Cette histoire a pour décors les lieux, villages, sites, paysages d’une « Île Montagneuse » en laquelle le lecteur initié reconnaît immédiatement La Réunion. L’intrigue s’inscrit, se circonscrit principalement dans cet espace insulaire circulaire, sous la forme intimiste d’un périple en voiture qu’effectue Gabriel, voyageur de commerce, avec une ancienne amie qu’il vient juste de retrouver et qu’il nous présente par son « ti-nom gâté » : MAD…

L’essentiel du récit, émaillé de termes et d’expressions créoles, consiste en la transcription de bribes chronologiquement discontinues, rapportées par elle-même, de la vie de la passagère. L’auteur effectue un habile entremêlement des statuts des personnages : le personnage Gabriel est au volant mais c’est MAD qui impose l’itinéraire, les pauses, la visite éventuelle de lieux qu’elle a autrefois fréquentés, et, bien que le narrateur soit statutairement la personne qui conduit l’enchaînement des fragments narratifs dans le temps de l’écriture, c’est encore MAD qui oriente la narration dans le temps du récit préalable en s’accaparant la totale maîtrise du déroulement de ce qu’elle choisit de confier à son compagnon de route. « Nous roulions depuis des heures et pourtant j’avais la sensation étrange que nous restions immobiles, bercés par les paysages qui défilaient au dehors pendant que s’écoulait le flot des paroles de MAD… »


Quel est au demeurant le scénario ?

MAD s’est rapprochée de Gabriel au prétexte premier qu’elle est supposément la cible potentielle de la vengeance d’un ex-associé mouillé dans des affaires louches.
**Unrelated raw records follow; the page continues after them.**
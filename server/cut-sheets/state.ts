import { type Knex } from 'knex';
import { scoped } from '#server/database/scoped.ts';
import { Refusal } from '#server/refusal.ts';
import { type Reach } from '#server/sections/rules.ts';

/** What decisions about a cut sheet need to know of it. */
interface SheetState {
  readonly id: string;
  readonly name: string;
  readonly latestNumber: number;
  readonly releasedNumber: number | null;
  readonly archived: boolean;
}

interface Row {
  id: string;
  name: string;
  latest_number: number;
  released_number: number | null;
  released_count: number;
  archived: 0 | 1;
}

/**
 * The state of a cut sheet; with `lock` it stays so until the transaction ends, and other writers wait.
 * @throws Refusal `not-found` when the workshop has no such sheet, or none within reach
 */
export async function sheetState(
  db: Knex,
  workshopId: string,
  sheetId: string,
  options: { reach?: Reach; lock?: boolean } = {},
): Promise<SheetState> {
  const query = scoped(db, workshopId).table('cut_sheets').where({ id: sheetId });
  if (options.lock) query.forUpdate();
  const columns = ['id', 'name', 'latest_number', 'released_number', 'released_count', 'archived'];
  const row: Row | undefined = await query.first(...columns);
  if (!row || (options.reach === 'released' && row.released_count === 0)) throw new Refusal('not-found');
  return {
    id: row.id,
    name: row.name,
    latestNumber: row.latest_number,
    releasedNumber: row.released_number,
    archived: row.archived === 1,
  };
}
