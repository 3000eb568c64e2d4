import { type Knex } from 'knex';
import { type Shape } from '#geometry/shapes/shape.ts';
import { type SheetPlan } from '#server/contracts/cut-sheets.ts';
import { resolvePlan } from '#server/contracts/sheet-plan.ts';
import { type MachineKind, type MachineSettings, type MaterialSettings } from '#server/contracts/shop.ts';
import { scoped } from '#server/database/scoped.ts';
import { type FieldIssue, Refusal } from '#server/refusal.ts';
import { type ItemKeeping } from '#server/shop/items.ts';
import { machines, materials } from '#server/shop/store.ts';
import { type SheetDocument, withPlainIds } from './document.ts';

type Settings = MachineSettings | MaterialSettings;
interface Found<Kept extends Settings> {
  readonly name: string;
  readonly settings: Kept;
}

/** A plan with what its ids stand for at this moment. */
export interface PinnedPlan extends SheetDocument {
  readonly kinds: {
    readonly machine: MachineKind | null;
    readonly material: MaterialSettings['kind'] | null;
    readonly ribMachine: MachineKind | null;
    readonly ribMaterial: MaterialSettings['kind'] | null;
  };
}

/** Field by field, what of a plan the workshop does not have. */
class Issues {
  readonly found: FieldIssue[] = [];

  add(field: string, message: string): null {
    this.found.push({ path: `plan.${field}`, message });
    return null;
  }
}

/**
 * Looks up the section versions, machines and materials that a plan names, and puts them in their place.
 * @throws Refusal `invalid` naming every id that the workshop does not have, or that is of another kind
 */
export async function pinPlan(db: Knex, workshopId: string, given: SheetPlan): Promise<PinnedPlan> {
  const plan = withPlainIds(given);
  const issues = new Issues();
  const root = await shapeAt(db, workshopId, plan, 'root', issues);
  const tip = await shapeAt(db, workshopId, plan, 'tip', issues);
  const look = lookUp(db, workshopId, issues);
  const hot = ['wire', 'bow'];
  const bed = ['laser', 'router'];
  const foamMachine = 'Foam is cut by a wire machine or a hand bow.';
  const ribMachine = 'Ribs are cut by a laser or a router.';
  const machine = await look(machines, plan.machineId, 'machineId', hot, foamMachine);
  const material = await look(materials, plan.materialId, 'materialId', ['foam'], 'A core is cut from foam.');
  const ribs = await look(machines, plan.ribMachineId, 'ribMachineId', bed, ribMachine);
  const sheet = await look(
    materials,
    plan.ribMaterialId,
    'ribMaterialId',
    ['sheet'],
    'Ribs are cut from sheet.',
  );
  if (!root || !tip || issues.found.length > 0) throw new Refusal('invalid', { errors: issues.found });
  return {
    plan,
    pinned: resolvePlan(plan, { root, tip, machine, material }),
    kinds: {
      machine: machine?.settings.kind ?? null,
      material: material?.settings.kind ?? null,
      ribMachine: ribs?.settings.kind ?? null,
      ribMaterial: sheet?.settings.kind ?? null,
    },
  };
}

async function shapeAt(
  db: Knex,
  workshopId: string,
  { panel }: SheetPlan,
  end: 'root' | 'tip',
  issues: Issues,
): Promise<Shape | null> {
  const { sectionId, versionNumber } = panel[end];
  const scope = scoped(db, workshopId);
  const section: { name: string } | undefined = await scope
    .table('sections')
    .where({ id: sectionId })
    .first('name');
  if (!section) return issues.add(`panel.${end}.sectionId`, 'There is no such section.');
  const version: { shape: Shape } | undefined = await scope
    .table('section_versions')
    .where({ section_id: sectionId, number: versionNumber })
    .first('shape');
  const absent = `“${section.name}” has no version ${versionNumber}.`;
  return version?.shape ?? issues.add(`panel.${end}.versionNumber`, absent);
}

function lookUp(db: Knex, workshopId: string, issues: Issues) {
  return async <Kept extends Settings>(
    { table, settings }: ItemKeeping<Kept>,
    id: string | null,
    field: string,
    kinds: readonly string[],
    rule: string,
  ): Promise<Found<Kept> | null> => {
    if (id === null) return null;
    const row: { name: string; settings: unknown } | undefined = await scoped(db, workshopId)
      .table(table)
      .where({ id })
      .first('name', 'settings');
    const what = table === 'machines' ? 'machine' : 'material';
    if (!row) return issues.add(field, `There is no such ${what}.`);
    const found = settings.parse(row.settings);
    if (!kinds.includes(found.kind)) return issues.add(field, rule);
    return { name: row.name, settings: found };
  };
}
Mais on comprend vite que l’élément déclencheur de sa réapparition dans le quotidien de Gabriel est le désir obsessionnel de se défouler, de se libérer d’un lourd passé, d’énoncer sa vie avec le dessein d’en faire réaliser un livre par l’écrivant qu’elle imagine qu’est son vieil ami. Et en vérité, sa vie est un roman, dont elle file la trame, dont elle relie entre eux, sous la forme d’un quasi monologue, régulièrement décousu, les rencontres, les drames, les chemins de traverse.

Parmi les chapitres de sa vie erratique, chaotique, émerge la reconstitution des circonstances de son accointance avec Angi, un jeune peintre marginal et tourmenté habitant le quartier Ligne Paradis, dont les œuvres la bouleversent, sans qu’elle sache s’en expliquer la raison. Le lecteur est vite animé par le besoin de savoir comment va évoluer cette liaison très équivoque dont les aléas sont évoqués par bouts intermittents.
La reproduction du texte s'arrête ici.